There is a cut and a year has passed. Law and Portman are living together. Law is having a book published based on Portman’s unconventional and amazing young life. While having his photo for the book jacket taken by Julia Roberts’ character, a portrait photographer and photographic artist, Law lets Roberts know he is attracted to her. Roberts turns him down even after they kiss saying she is not a thief, referring to his relationship with Alice, which she has read about in his book. Roberts takes a stunning photograph of Portman when she confronts Roberts that she knows of Law’s advance.
Another cut and 6 months have gone by. Law and Roberts meet again at her photography art opening featuring Portman’s portrait. Law is still actively pursuing Roberts. But she too now has a relationship with Clive Owen’s character. Owen met Roberts (by chance) after chatting on-line with Law who pretends he was a women setting up a sexual encounter. They were to meet at the aquarium. Owen mistakes Roberts for the supposed woman on-line, and they begin a relationship. At the art gallery both Portman and Owen can see there is attraction between Roberts and Law.
Another cut, another year has gone by. Law and Roberts have been cheating together since the art opening, except for a brief moment when Roberts stopped it to marry Owen. But she could not stay away from her relationship with Law. This segment of the film opens with Law and Roberts confronting Owen and Portman to say they are leaving. Both are devastated by the admission of betrayal. Owen, at his most unnerving and loathsome wants to hear all the sexual details of Roberts' affair with Law.

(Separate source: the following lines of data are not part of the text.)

//go:build unix

package main

import (
	"bytes"
	"context"
	"errors"
	"os"
	"os/exec"
	"path/filepath"
	"strings"
	"syscall"
	"testing"
	"time"

	"sepcost/templates"
)

// writeCase writes the short scenario and the example prices into dir.
func writeCase(t *testing.T, dir string) string {
	t.Helper()
	sc := filepath.Join(dir, "s.yaml")
	if err := os.WriteFile(sc, []byte(caseScenario), 0o644); err != nil {
		t.Fatal(err)
	}
	if err := os.WriteFile(filepath.Join(dir, "prices.csv"), templates.Prices, 0o644); err != nil {
		t.Fatal(err)
	}
	return sc
}

// A new output's mode follows the umask, as for any file a program
// creates (POSIX open(2): mode & ~umask); --force keeps the mode of the
// file it replaces.
func TestOutputModes(t *testing.T) {
	dir := t.TempDir()
	sc := writeCase(t, dir)
	old := syscall.Umask(0o027)
	defer syscall.Umask(old)
	out := filepath.Join(dir, "a.json")
	if _, _, err := runCLI(t, "estimate", sc, "--draws", "0", "-o", out); err != nil {
		t.Fatal(err)
	}
	if fi, err := os.Stat(out); err != nil || fi.Mode().Perm() != 0o640 {
		t.Errorf("new file mode %v (%v), want 0640 under umask 027", fi.Mode().Perm(), err)
	}
	private := filepath.Join(dir, "private.json")
	if err := os.WriteFile(private, []byte("old"), 0o600); err != nil {
		t.Fatal(err)
	}
	os.Chmod(private, 0o600)
	if _, _, err := runCLI(t, "estimate", sc, "--draws", "0", "-o", private, "--force"); err != nil {
		t.Fatal(err)
	}
	fi, err := os.Stat(private)
	if err != nil || fi.Mode().Perm() != 0o600 {
		t.Errorf("replaced file mode %v (%v), want 0600 kept", fi.Mode().Perm(), err)
	}
	if data, _ := os.ReadFile(private); !bytes.Contains(data, []byte(`"batches"`)) {
		t.Errorf("replaced file does not hold the report: %.80s", data)
	}
	assertNoTemp(t, dir)
}

// assertNoTemp fails when a temporary output file is left in dir.
func assertNoTemp(t *testing.T, dir string) {
	t.Helper()
	entries, _ := os.ReadDir(dir)
	for _, e := range entries {
		if strings.HasSuffix(e.Name(), ".tmp") {
			t.Errorf("temporary file left behind: %s", e.Name())
		}
	}
}

// SIGTERM while an output is being written removes the temporary file, and
// the exit code is the shell's 128 + 15.
func TestInterruptRemovesTemp(t *testing.T) {
	if dir := os.Getenv("SEPCOST_INTERRUPT_DIR"); dir != "" {
		// The child: stop after the temporary file is written and wait to
		// be terminated.
		afterTempWrite = func(string) {
			os.WriteFile(filepath.Join(dir, "ready"), nil, 0o644)
			time.Sleep(30 * time.Second)
		}
		os.Exit(mainWith([]string{"estimate", filepath.Join(dir, "s.yaml"), "--draws", "0", "-o", filepath.Join(dir, "out.json")}))
	}
	dir := t.TempDir()
	writeCase(t, dir)
	cmd := exec.Command(os.Args[0], "-test.run=^TestInterruptRemovesTemp$")
	cmd.Env = append(os.Environ(), "SEPCOST_INTERRUPT_DIR="+dir)
	var stderr bytes.Buffer
	cmd.Stderr = &stderr
	if err := cmd.Start(); err != nil {
		t.Fatal(err)
	}
	deadline := time.Now().Add(20 * time.Second)
	for {
		if _, err := os.Stat(filepath.Join(dir, "ready")); err == nil {
			break
		}
		if time.Now().After(deadline) {
			cmd.Process.Kill()
			t.Fatalf("the child never reached the write: %s", stderr.String())
		}
		time.Sleep(20 * time.Millisecond)
	}
	cmd.Process.Signal(syscall.SIGTERM)
	err := cmd.Wait()
	var ee *exec.ExitError
	if !errors.As(err, &ee) || ee.ExitCode() != 143 {
		t.Errorf("exit %v, want 143; stderr %s", err, stderr.String())
	}
	if !strings.Contains(stderr.String(), "unfinished output file was removed") {
		t.Errorf("stderr %q", stderr.String())
	}
	assertNoTemp(t, dir)
	if _, err := os.Stat(filepath.Join(dir, "out.json")); err == nil {
		t.Error("an output was written although the run was stopped")
	}
}

// failWriter fails every write, as a full disk or a closed pipe does.
type failWriter struct{}

func (failWriter) Write([]byte) (int, error) { return 0, syscall.ENOSPC }

// A report lost on the way to stdout is a failure (exit 1), not a success;
// /dev/full is tried too where it exists.
func TestStdoutWriteError(t *testing.T) {
	t.Parallel()
	dir := t.TempDir()
	sc := writeCase(t, dir)
	for _, args := range [][]string{
		{"check", sc},
		{"estimate", sc, "--draws", "0"},
		{"solvents"},
	} {
		err := run(context.Background(), args, failWriter{}, &bytes.Buffer{})
		if exitCode(err) != 1 || err == nil || !strings.Contains(err.Error(), "writing to standard output") {
			t.Errorf("%v: exit %d, %v", args, exitCode(err), err)
		}
	}
	full, err := os.OpenFile("/dev/full", os.O_WRONLY, 0)
	if err != nil {
		t.Skip("no /dev/full here")
	}
	defer full.Close()
	if err := run(context.Background(), []string{"check", sc}, full, &bytes.Buffer{}); exitCode(err) != 1 {
		t.Errorf("check > /dev/full: exit %d (%v)", exitCode(err), err)
	}
}

// Text from a user's file never reaches the terminal as a control
// sequence: ESC [ 2 J (ECMA-48, erase in display) in a scenario name is
// shown as the escape \x1b.
func TestTerminalEscapes(t *testing.T) {
	t.Parallel()
	dir := t.TempDir()
	sc := writeCase(t, dir)
	named := strings.Replace(caseScenario, "name: bad-input case", `name: "\e[2J\e]0;owned\a case\u202e"`, 1)
	os.WriteFile(sc, []byte(named), 0o644)
	for _, args := range [][]string{{"estimate", sc, "--draws", "0"}, {"check", sc}, {"estimate", sc, "--draws", "0", "--format", "csv"}} {
		out, _, err := runCLI(t, args...)
		if err != nil {
			t.Fatalf("%v: %v", args, err)
		}
		if strings.ContainsAny(out, "\x1b\a\u202e") {
			t.Errorf("%v: raw control characters reach the terminal: %q", args, out)
		}
	}
	out, _, _ := runCLI(t, "estimate", sc, "--draws", "0")
	if !strings.Contains(out, `\x1b[2J`) {
		t.Errorf("the escape is not shown as text: %.300q", out)
	}
	if got := string(sanitize([]byte("a\tb\nc\r\x7f\u0085é"))); got != `a`+"\t"+`b`+"\n"+`c\x0d\x7f\u0085é` {
		t.Errorf("sanitize = %q", got)
	}
}

// check passes only what every writer accepts: a price item whose letter
// case differs from the name the models ask for ("Silica gel", "ANISOLE")
// is found by the price lookup and accepted by the workbook writer too.
func TestPriceNamesAnyCase(t *testing.T) {
	t.Parallel()
	dir := t.TempDir()
	sc := writeCase(t, dir)
	pr := strings.Replace(string(templates.Prices), "\nsilica gel,", "\nSilica gel,", 1)
	pr = strings.Replace(pr, "\nethyl acetate,", "\nETHYL ACETATE,", 1)
	if pr == string(templates.Prices) || !strings.Contains(pr, "ETHYL ACETATE,") {
		t.Fatal("the example prices lack silica gel or ethyl acetate")
	}
	os.WriteFile(filepath.Join(dir, "prices.csv"), []byte(pr), 0o644)
	if _, _, err := runCLI(t, "check", sc); err != nil {
		t.Fatalf("check: %v", err)
	}
	for _, out := range []string{"p.xlsx", "p.json", "p.csv"} {
		if _, _, err := runCLI(t, "estimate", sc, "--draws", "0", "-o", filepath.Join(dir, out)); err != nil {
			t.Errorf("%s: %v", out, err)
		}
	}
}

Another cut, 4 months have gone by. Roberts is meeting Law at the opera after having met Owen to sign divorce papers. Law instantly realizes they have had sex, and the details of the encounter are loathsome. Owen, who has been hounding Roberts continually since she left him, promises to never bother her again and give her the divorce if she sleeps with him once more. We suddenly see Owen’s viciousness in full force. He is a wild animal attacking the weak prey that is Roberts, weakened further by her guilt of having cheated on Owen. Further, Owen is using sex as a calculated weapon of vengeance to destroy Law. Owen knows Roberts’ relationship and Law himself will never recover.
In the last cut we jump probably a few weeks. Law is confronting Owen telling him to let Roberts go, that she does not love him. This is true and Owen knows it, but Owen is in full caveman mode and he wants Roberts as a possession, not caring about love. He is also out to destroy Law. And after seemingly taking pity on Law and telling him where to find Portman, he throws the final barb: he has slept with Portman one evening months backs after (by chance) going into a strip club where she was working. He tells Law out of pure hateful vengeance, so he may destroy any chance of Law renewing his relationship with Portman.
It works. Law eventually confronts Portman making her tell him that she did sleep with Owen that night. Portman knows that this ugliness will always be between them and takes flight back to New York, at which point we get the marvelous slow-motion seen of her walking Time’s Square - her beauty and confidence turning heads. Portman will be fine. The rest are stuck in their own filth.